Pete Foder is the proprietor of Foder Ranch, a hunting paradise where for $5,000 he will guarantee success, no matter how ridiculous the client is. His property has a huge elk population and he releases an old bull elk into the wild now that he’s past his breeding prime. Pete feels for the animal.
“For nearly ten years this has been his life. His beard has faded into a silvery hue, like mine, its golden luster lost. Soon I will have to set him loose. His arthritis prevents the slick application of his manhood and his daughters have become his lovers and for the sake of the quality breeding, I will have to set him loose and then he will find peace before the stare of some suburbanite’s muzzle.”Complicating Pete’s life is his autistic daughter, whom he loves and fears, and who seems more comfortable communicating with the old bull elk than with Pete. To understand her, Pete has to learn the language of elk.
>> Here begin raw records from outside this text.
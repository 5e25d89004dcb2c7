package batch

import (
	"bufio"
	"io"
	"strconv"
	"unicode/utf8"

	"shearbook/report"
)

// jsonRow makes a JSON object of a record of summary.csv: the names of the
// columns, numbers as numbers, blanks as null. It is written by hand: the
// numbers of the table are JSON's as they stand, and so cost no more than
// their bytes.
type jsonRow struct {
	keys   []string // `"file":`, `,"line":` …
	number []bool
	object []byte
}

func newJSONRow() *jsonRow {
	j := &jsonRow{}
	for i, c := range Columns {
		key := `"` + c.Name + `":`
		if i > 0 {
			key = "," + key
		}
		j.keys = append(j.keys, key)
		j.number = append(j.number, c.Type != "string")
	}
	return j
}

// of returns the object of a record; it holds until the next call.
func (j *jsonRow) of(t *table, record [][]byte) ([]byte, error) {
	b := append(j.object[:0], '{')
	for i, cell := range record {
		b = append(b, j.keys[i]...)
		switch {
		case len(cell) == 0:
			b = append(b, "null"...)
		case !j.number[i]:
			b = appendJSONString(b, cell)
		case isJSONNumber(cell):
			b = append(b, cell...)
		default:
			v, err := strconv.ParseFloat(string(cell), 64)
			if err != nil || v-v != 0 {
				return nil, t.fault("cell %d, %q, is not a number", i+1, cell)
			}
			b = strconv.AppendFloat(b, v, 'f', -1, 64)
		}
	}
	j.object = append(b, '}')
	return j.object, nil
}

// isJSONNumber reports whether text is a number as JSON writes it (RFC 8259,
// section 6).
func isJSONNumber(text []byte) bool {
	if len(text) > 0 && text[0] == '-' {
		text = text[1:]
	}
	whole := digits(text)
	if whole == 0 || whole > 1 && text[0] == '0' {
		return false
	}
	if text = text[whole:]; len(text) > 0 && text[0] == '.' {
		n := digits(text[1:])
		if n == 0 {
			return false
		}
		text = text[1+n:]
	}
	if len(text) > 0 && (text[0] == 'e' || text[0] == 'E') {
		if text = text[1:]; len(text) > 0 && (text[0] == '+' || text[0] == '-') {
			text = text[1:]
		}
		n := digits(text)
		return n > 0 && n == len(text)
	}
	return len(text) == 0
}

// digits counts the digits that text begins with.
func digits(text []byte) int {
	n := 0
	for n < len(text) && text[n] >= '0' && text[n] <= '9' {
		n++
	}
	return n
}

// appendJSONString appends text as a JSON string. Bytes that are no UTF-8
// become U+FFFD.
func appendJSONString(b, text []byte) []byte {
	b = append(b, '"')
	plain := 0 // where the bytes begin that are taken as they are
	for i := 0; i < len(text); {
		c := text[i]
		if c < utf8.RuneSelf && c >= ' ' && c != '"' && c != '\\' && c != 0x7f {
			i++
			continue
		}
		r, n := rune(c), 1
		if c >= utf8.RuneSelf {
			if r, n = utf8.DecodeRune(text[i:]); r != utf8.RuneError || n > 1 {
				i += n
				continue
			}
		}
		b = append(b, text[plain:i]...)
		i += n
		plain = i
		switch r {
		case '"', '\\':
			b = append(b, '\\', c)
		case '\n':
			b = append(b, `\n`...)
		case '\t':
			b = append(b, `\t`...)
		case utf8.RuneError:
			b = append(b, "\ufffd"...)
		default:
			const hex = "0123456789abcdef"
			b = append(b, '\\', 'u', '0', '0', hex[c>>4], hex[c&15])
		}
	}
	b = append(b, text[plain:]...)
	return append(b, '"')
}

// jsonLines writes the objects one a line.
type jsonLines struct{ out *bufio.Writer }

func newJSONLines(w io.Writer) *jsonLines { return &jsonLines{bufio.NewWriterSize(w, 256<<10)} }

func (l *jsonLines) row(object []byte) error {
	l.out.Write(object)
	return l.out.WriteByte('\n')
}

func (l *jsonLines) close() error { return l.out.Flush() }

// mapLayer writes a GeoJSON FeatureCollection (RFC 7946), a feature a row.
// Its geometry is a point where latitude and longitude are known, longitude
// first (section 3.1.1); a profile that is known by its grid alone has the
// geometry null and the grid's numbers among its properties (section 3.2): a
// grid is never turned into degrees here. A row without any position is only
// counted. Behind the features stand two foreign members (section 6.1): the
// caution, and that count.
type mapLayer struct {
	out     *bufio.Writer
	begun   bool
	without int // rows without any position
	feature []byte
}

func newMapLayer(w io.Writer) *mapLayer {
	m := &mapLayer{out: bufio.NewWriterSize(w, 256<<10)}
	m.out.WriteString(`{"type":"FeatureCollection","features":[`)
	return m
}

func (m *mapLayer) row(t *table, record [][]byte, object []byte) error {
	lat, lon := record[atLatitude], record[atLongitude]
	degrees := len(lat) > 0 && len(lon) > 0
	if !degrees && (len(record[atEasting]) == 0 || len(record[atNorthing]) == 0) {
		m.without++
		return nil
	}
	b := m.feature[:0]
	if m.begun {
		b = append(b, ',')
	}
	m.begun = true
	b = append(b, "\n"+`{"type":"Feature","geometry":`...)
	if degrees {
		if !within(lat, 90) || !within(lon, 180) {
			return t.fault("latitude %q and longitude %q are no place on Earth in degrees", lat, lon)
		}
		b = append(b, `{"type":"Point","coordinates":[`...)
		b = appendDegrees(b, lon)
		b = append(b, ',')
		b = appendDegrees(b, lat)
		b = append(b, "]}"...)
	} else {
		b = append(b, "null"...)
	}
	b = append(b, `,"properties":`...)
	b = append(b, object...)
	m.feature = append(b, '}')
	_, err := m.out.Write(m.feature)
	return err
}

// appendDegrees appends a number that within has looked at.
func appendDegrees(b, cell []byte) []byte {
	if isJSONNumber(cell) {
		return append(b, cell...)
	}
	v, _ := strconv.ParseFloat(string(cell), 64)
	return strconv.AppendFloat(b, v, 'f', -1, 64)
}

func within(cell []byte, limit float64) bool {
	v, err := strconv.ParseFloat(string(cell), 64)
	return err == nil && v >= -limit && v <= limit
}

func (m *mapLayer) close() error {
	b := append(m.feature[:0], "\n"+`],"confirmation":`...)
	b = appendJSONString(b, []byte(report.Caution))
	b = append(b, `,"rows_without_position":`...)
	b = strconv.AppendInt(b, int64(m.without), 10)
	m.out.Write(append(b, "}\n"...))
	return m.out.Flush()
}
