//go:build !(darwin || dragonfly || freebsd || linux || netbsd || openbsd)

package batch

import "os"

// lock does nothing: on this system there is no lock that a process that is
// killed gives back, and the standard library has none. Two runs in one folder
// must be kept apart by whoever starts them.
func lock(*os.File) error { return nil }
“Winter’s Trappings” is a story in which another set of males compete. A woman flees her abusive husband, young son in tow. They collide with a buck who flips over the cab into the bed of the pickup. He’s left in the truck overnight and the next morning when the woman’s sister (a powerful woman and a veterinarian) goes to butcher the animal, it turns out that he’s alive and so, instead, she nurses him to health. Meanwhile, the husband shows up, with results that are more or less predictable.
It’s a terrific collection and its being followed soon by a new book. More stories to look forward to. [I enjoy, also, reading the acknowledgements. Percy mentions a number of people familiar to me including Dan Wickett, the prime Short Story Month mover, but also Wyatt Prunty and Cheri Peters of Sewanee, where Percy was a Tennessee Williams scholar a couple of years before I was. There’s hope for me, maybe.]